I was skeptical to explain my doing for fear of skepticism ruining my reputation but in her last few days of life she has showed me a whole new light and, therefore, I must share this story and these pictures with you.

Farewell ma-lady

Report on quality in ~10 days.


EDIT: Not sure if this is in the right section?


----------



## Hick (Aug 19, 2009)

hmmm... an F1 hybrid, does not a strain make..  
 I'm not sure that orgnkid(wasn't that his handle back at CW) ever revealed his _"big secret"_ of the lineage of the bubbakush. I remember _'lotsa'_ rumors, opinions, and guessing, but  don't recall it ever being revealed.
dang nice lookin' nugget, no matter what name you tagged on it


----------



## OGKushman (Aug 19, 2009)

I get this fruity sweaty smell if i open the room, but touch a nug and u get a dank rank like the OG has. 

I was unsure what to call this mutant, she seems to be a perfect mix of both parents.

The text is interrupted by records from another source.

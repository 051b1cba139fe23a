import { EMPTY, unlessMemoryRefused, Workspaces, type Workspace } from './wasm.js'
import type { KernelsUsing } from './signatures.js'

/**
 * WebAssembly SIMD128 fast path of the dense network (kernel text: scripts/gen-kernels.ts).
 *
 * ## Why this shape
 * The dense representation keeps float64 local fields h and adds a coupling column to them
 * on every change (O(N) per change, O(1) per visit). Those column updates, the from-scratch
 * field builds h = bias + J s of synchronous steps, and the visit loops run here two lanes
 * at a time (f64x2). Every element sees the plain path's scalar operations in the plain
 * path's order (h + J_ij·s_j, j ascending; no fused multiply-add exists in wasm), so any
 * coupling matrix, integer or not, gives bit-identical fields. Fields are built from exact
 * columns when the network has them (a transposed copy, or a matrix symmetric bit for bit),
 * else row by row in scalar code, as the plain path does.
 *
 * Memory as in the overlap kernel: small networks (columns under 1 MiB) share one instance
 * and copy their columns in when another network used it last; larger ones own an instance
 * whose memory holds the only copy of the columns.
 */
type DenseExports = KernelsUsing<'denseLoad' | 'denseSweep' | 'denseGlauber' | 'denseSync' | 'denseGlauberSync'>

/** Dense networks are built at most a few per second, so all but the smallest get a private memory. */
const workspaces = new Workspaces<DenseExports>('dense', 1024 * 1024)

/** Moves the shared/private boundary (tests use it to exercise private instances on small networks). */
export function setDensePrivateBytes (bytes: number): void {
  workspaces.privateBytes = bytes
}

let nextId = 1
const align16 = (x: number): number => (x + 15) & ~15

export class DenseKernel {
  readonly name: 'wasm-simd128-dense-f64' | 'wasm-simd128-dense-f64-rows'
  /** Columns, cols[j·n + i] = J_ij: a view into a private memory, or the network's own array. */
  readonly columns: Float64Array
  private readonly ws: Workspace<DenseExports>
  private readonly isPrivate: boolean
  private readonly id = nextId++
  private readonly n: number
  private readonly rowwise: number
  private readonly bias: Float64Array
  private readonly colsAt = 0
  private readonly biasAt: number
  private readonly hAt: number
  private readonly sAt: number
  private readonly nextAt: number
  private readonly prevAt: number
  private readonly orderAt: number
  private readonly noiseAt: number
  private readonly end: number
  private buffer: ArrayBuffer | null = null
  private h64: Float64Array = EMPTY.f64
  private s8: Int8Array = EMPTY.i8
  private prev8: Int8Array = EMPTY.i8
  private order32: Int32Array = EMPTY.i32
  private noise64: Float64Array = EMPTY.f64

  /** Null when the host lacks WebAssembly SIMD or the matrix does not fit a 32-bit memory. */
  /**
   * `couplings` row-major (J_ij at i·n + j); `transposed` asks for the columns to be written
   * transposed (an asymmetric matrix), else the rows serve as columns; `exactColumns` says
   * whether the columns are the exact transpose of the rows (see the class notes).
   */
  static create (couplings: Float64Array, transposed: boolean, bias: Float64Array, n: number, exactColumns: boolean): DenseKernel | null {
    if (8 * n * n + 40 * n > 3.5 * 2 ** 30) return null
    const ws = workspaces.for(8 * n * n)
    return ws === null ? null : unlessMemoryRefused(() => new DenseKernel(ws, couplings, transposed, bias, n, exactColumns))
  }

  private constructor (ws: Workspace<DenseExports>, couplings: Float64Array, transposed: boolean, bias: Float64Array, n: number, exactColumns: boolean) {
    this.ws = ws
    this.n = n
    this.rowwise = exactColumns ? 0 : 1
    this.name = exactColumns ? 'wasm-simd128-dense-f64' : 'wasm-simd128-dense-f64-rows'
    this.bias = bias
    this.isPrivate = ws.isPrivate
    this.biasAt = align16(8 * n * n)
    this.hAt = align16(this.biasAt + 8 * n)
    this.sAt = align16(this.hAt + 8 * n)
    this.nextAt = align16(this.sAt + n)
    this.prevAt = align16(this.nextAt + n)
    this.orderAt = align16(this.prevAt + n)
    this.noiseAt = align16(this.orderAt + 4 * n)
    this.end = this.noiseAt + 8 * n
    ws.reserve(this.end)
    const buffer = ws.buffer
    if (this.isPrivate) {
      new Float64Array(buffer, this.biasAt, n).set(bias)
      this.columns = new Float64Array(buffer, this.colsAt, n * n)
      if (transposed) transposeInto(couplings, this.columns, n)
      else this.columns.set(couplings)
    } else {
      this.columns = transposed ? transposeInto(couplings, new Float64Array(n * n), n) : couplings
      ws.residentId = 0
    }
  }

  /** h = bias + J s. */
  load (state: Int8Array, h: Float64Array): void {
    const k = this.enter()
    this.s8.set(state)
    k.denseLoad(this.colsAt, this.biasAt, this.sAt, this.hAt, this.n, this.rowwise)
    h.set(this.h64)
  }

  sweep (state: Int8Array, h: Float64Array, order: Int32Array): boolean {
    const k = this.enter()
    this.pass(state, h)
    this.order32.set(order)
    const changed = k.denseSweep(this.colsAt, this.sAt, this.hAt, this.orderAt, this.n)
    this.leave(state, h)
    return changed !== 0
  }

  glauber (state: Int8Array, h: Float64Array, order: Int32Array, noise: Float64Array, factor: number): void {
    const k = this.enter()
    this.pass(state, h)
    this.order32.set(order)
    this.noise64.set(noise.subarray(0, this.n))
    k.denseGlauber(this.colsAt, this.sAt, this.hAt, this.orderAt, this.noiseAt, this.n, factor)
    this.leave(state, h)
  }

  /** 0 changed, 1 fixed point (nothing written back), 2 two-cycle. */
  sync (state: Int8Array, h: Float64Array, previous: Int8Array, check: boolean): number {
    const k = this.enter()
    this.pass(state, h)
    this.prev8.set(previous)
    const outcome = k.denseSync(this.colsAt, this.biasAt, this.sAt, this.hAt, this.nextAt, this.prevAt, this.n, check ? 1 : 0, this.rowwise)
    if (outcome !== 1) {
      previous.set(this.prev8)
      this.leave(state, h)
    }
    return outcome
  }

  glauberSync (state: Int8Array, h: Float64Array, noise: Float64Array, factor: number): void {
    const k = this.enter()
    this.pass(state, h)
    this.noise64.set(noise.subarray(0, this.n))
    k.denseGlauberSync(this.colsAt, this.biasAt, this.sAt, this.hAt, this.nextAt, this.noiseAt, this.n, factor, this.rowwise)
    this.leave(state, h)
  }

  private enter (): DenseExports {
    const ws = this.ws
    const n = this.n
    ws.reserve(this.end)
    const buffer = ws.buffer
    if (buffer !== this.buffer) {
      this.buffer = buffer
      this.h64 = new Float64Array(buffer, this.hAt, n)
      this.s8 = new Int8Array(buffer, this.sAt, n)
      this.prev8 = new Int8Array(buffer, this.prevAt, n)
      this.order32 = new Int32Array(buffer, this.orderAt, n)
      this.noise64 = new Float64Array(buffer, this.noiseAt, n)
    }
    if (ws.residentId !== this.id) {
      if (!this.isPrivate) {
        new Float64Array(buffer, this.colsAt, n * n).set(this.columns)
        new Float64Array(buffer, this.biasAt, n).set(this.bias)
      }
      ws.residentId = this.id
    }
    return ws.k
  }

  private pass (state: Int8Array, h: Float64Array): void {
    this.s8.set(state)
    this.h64.set(h)
  }

  private leave (state: Int8Array, h: Float64Array): void {
    state.set(this.s8)
    h.set(this.h64)
  }
}

/** out[j·n + i] = matrix[i·n + j]; written straight into the kernel memory, so no transposed copy is left behind. */
function transposeInto (matrix: Float64Array, out: Float64Array, n: number): Float64Array {
  for (let i = 0; i < n; i++) {
    for (let j = 0; j < n; j++) out[j * n + i] = matrix[i * n + j]!
  }
  return out
}
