import { describe, expect, it } from 'vitest'
import { negotiate } from '../../src/api/negotiate.js'

const offered = ['application/json', 'text/csv'] as const

describe('negotiate', () => {
  it.each([
    [undefined, 'application/json'],
    ['', 'application/json'],
    ['*/*', 'application/json'],
    ['text/csv', 'text/csv'],
    ['text/*', 'text/csv'],
    ['application/json;q=0.4, text/csv;q=0.9', 'text/csv'],
    ['text/csv;q=0, */*', 'application/json'],
    ['text/html, application/xhtml+xml, */*;q=0.8', 'application/json'],
    ['application/xml', null],
    ['text/csv;q=0', null]
  ])('Accept %j → %j', (accept, expected) => {
    expect(negotiate(accept, offered)).toBe(expected)
  })
})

I wont really know until after that first cured toke.


----------



## OGKushman (Aug 19, 2009)

this kid

hXXp://www.thcfarmer.com/forums/f36...king-thcfarmer-cali-kush-seeds-returns-11643/


----------



## Barrelhse (Aug 19, 2009)

Lovely plant- did you pollinate any of it?


----------



## Hick (Aug 19, 2009)

OGKushman said:
			
		

> this kid
> 
> hXXp://www.thcfarmer.com/forums/f36/orgnkid-here-now-working-thcfarmer-cali-kush-seeds-returns-11643/


yea.. uh-huh.. if he says so...


----------



## OGKushman (Aug 19, 2009)

Barrelhse said:
			
		

> Lovely plant- did you pollinate any of it?


I Did. 1 whole branch has been re-pollinated with the Bubblegum. I dont know it there is seeds yet but I marked the lower branch with blue tape (i think you can see it in the previous pic). I will know really soon when I break up the whole branch my self ,

what will that make the seeds? 75%Bubblegum/25%Kush ?


Im no breeder, just a curious grower.


----------



## BlAzEmAsTeRkUsh42o (Aug 19, 2009)

i would think myself that it would be 75 25. but since im a newbie i wouldnt know for sure but wish the best of luck to you


----------



## NorCalHal (Aug 21, 2009)

bubblegum x Tahoe Og


----------